▶ [WORK REQUEST]
For the entries that follow, restate word for word the line containing "start: Math.round(channels *", the line containing "const renderTimes: number[] = [];", and every line that lies between them.

[Saved entries]
============================================================
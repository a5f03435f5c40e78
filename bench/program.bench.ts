/**
 * bench:program — times the rendered program on a simulated bundle of 40 antennas x 1024
 * channels x 2 correlations x 200 integrations against a floor pass (read every visibility and
 * multiply it by a gain product), reports the program's peak memory against the bundle size, and
 * the median render time. Prints only; no assertions.
 *
 *   npx tsx bench/program.bench.ts
 * Sizes can be reduced for a quick look: BENCH_ANTENNAS, BENCH_CHANNELS, BENCH_RUNS.
 */
import { mkdtempSync, rmSync, statSync } from 'node:fs';
import { tmpdir } from 'node:os';
import { join } from 'node:path';
import { performance } from 'node:perf_hooks';
import { buildRenderContext } from '../src/lib/script/render-context';
import { compileTemplateSet, renderProgram } from '../src/lib/script/render';
import { createSimRecipe, readTemplateFiles, REPO_ROOT, runPython, simulateBundle, writeProgram } from '../tests/program/program-helpers';
import { median } from './measure';

type Measured = { seconds: number; max_rss_kb: number; status: number; stderr: string; stdout: string };

const antennas = Number(process.env.BENCH_ANTENNAS ?? 40);
const channels = Number(process.env.BENCH_CHANNELS ?? 1024);
const runs = Math.max(3, Number(process.env.BENCH_RUNS ?? 3));
// 200 integrations: flux 20, then gain 10 / target 50 / gain 10 / target 50 / gain 10 / target 40 / gain 10
const schedule = 'flux:20,gain:10,target:50,gain:10,target:50,gain:10,target:40,gain:10';


function measure(args: string[]): Measured {
	const run = runPython([join(REPO_ROOT, 'bench', 'program_measure.py'), ...args]);
	if (run.status !== 0) throw new Error(`measure failed: ${run.stderr}`);
	const m = JSON.parse(run.stdout) as Measured;
	if (m.status !== 0) throw new Error(`command failed (${String(m.status)}): ${m.stderr}`);
	return m;
}

function scale(ch: number): { start: number; end: number }[] {
	return [{ start: Math.round(ch * 0.4), end: Math.round(ch * 0.6) }];
}

const recipe = createSimRecipe((r) => {
	r.clean_channels = scale(channels);
	r.excluded_channels = [{ start: Math.round(channels * 0.47), end: Math.round(channels * 0.47) + 4 }];
});

// render time (the app's path: context + render from the template sources)
const files = readTemplateFiles();
const context = buildRenderContext({ recipe, observation: null, recipeId: 'bench', recipeVersion: 1, templateName: 'standard', templateVersion: 1 });
const renderTimes: number[] = [];
for (let i = 0; i < 30; i++) {
	const t0 = performance.now();
	renderProgram(files, context);
	renderTimes.push(performance.now() - t0);
}
// the same with the template set compiled once (what a server that caches compiled sets pays)
const compiled = compileTemplateSet(files);
const cachedTimes: number[] = [];
if (compiled.ok) {
	for (let i = 0; i < 30; i++) {
		const t0 = performance.now();
		compiled.value.render(context);
		cachedTimes.push(performance.now() - t0);
	}
}

const dir = mkdtempSync(join(tmpdir(), 'phasewright-bench-'));
try {
	const program = writeProgram(dir, recipe);
	const bundle = join(dir, 'bench.npz');
	const t0 = performance.now();
	simulateBundle(bundle, join(dir, 'truth.json'), [
		'--n-ant', String(antennas), '--n-chan', String(channels), '--schedule', schedule, '--sigma', '0.3',
		'--dead-antenna', '7', '--rfi', `${Math.round(channels * 0.1)},${Math.round(channels * 0.1) + 1}`, '--no-truth-bandpass'
	]);
	const simSeconds = (performance.now() - t0) / 1000;
	const bundleBytes = statSync(bundle).size;
	const floor: number[] = [];
	const total: number[] = [];
	const rss: number[] = [];
	let lastStdout = '';
	for (let i = 0; i < runs; i++) {
		floor.push(measure(['python3', join(REPO_ROOT, 'bench', 'program_floor.py'), bundle]).seconds);
		const out = join(dir, `out-${String(i)}`);
		const m = measure(['python3', program, 'run', bundle, '--out', out]);
		total.push(m.seconds);
		rss.push(m.max_rss_kb * 1024);
		lastStdout = m.stdout;
		rmSync(out, { recursive: true, force: true });
	}
	const gib = (b: number): string => `${(b / 2 ** 30).toFixed(2)} GiB`;
	console.log(`bundle: ${String(antennas)} antennas x ${String(channels)} channels x 2 correlations x 200 integrations, ${gib(bundleBytes)} (simulated in ${simSeconds.toFixed(1)} s)`);
	console.log(`floor pass (read + multiply by a gain product): median ${median(floor).toFixed(2)} s of [${floor.map((s) => s.toFixed(2)).join(', ')}]`);
	console.log(`program run: median ${median(total).toFixed(2)} s of [${total.map((s) => s.toFixed(2)).join(', ')}]`);
	console.log(`ratio run / floor: ${(median(total) / median(floor)).toFixed(2)} (target <= 10)`);
	console.log(`peak memory of the run: ${gib(Math.max(...rss))} = ${(Math.max(...rss) / bundleBytes).toFixed(2)} x the bundle (target <= 3)`);
	console.log(`render (compile + render): median ${median(renderTimes).toFixed(2)} ms over ${String(renderTimes.length)} renders (target < 5 ms)`);
	if (cachedTimes.length) console.log(`render of a compiled set: median ${median(cachedTimes).toFixed(2)} ms`);
	console.log('last run, per step:');
	for (const line of lastStdout.split('\n')) if (line.startsWith('[')) console.log(`  ${line}`);
} finally {
	rmSync(dir, { recursive: true, force: true });
}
============================================================
▶ [RESPONSE FOR THIS EXERCISE]
	r.excluded_channels = [{ start: Math.round(channels * 0.47), end: Math.round(channels * 0.47) + 4 }];
});

// render time (the app's path: context + render from the template sources)
const files = readTemplateFiles();
const context = buildRenderContext({ recipe, observation: null, recipeId: 'bench', recipeVersion: 1, templateName: 'standard', templateVersion: 1 });
const renderTimes: number[] = [];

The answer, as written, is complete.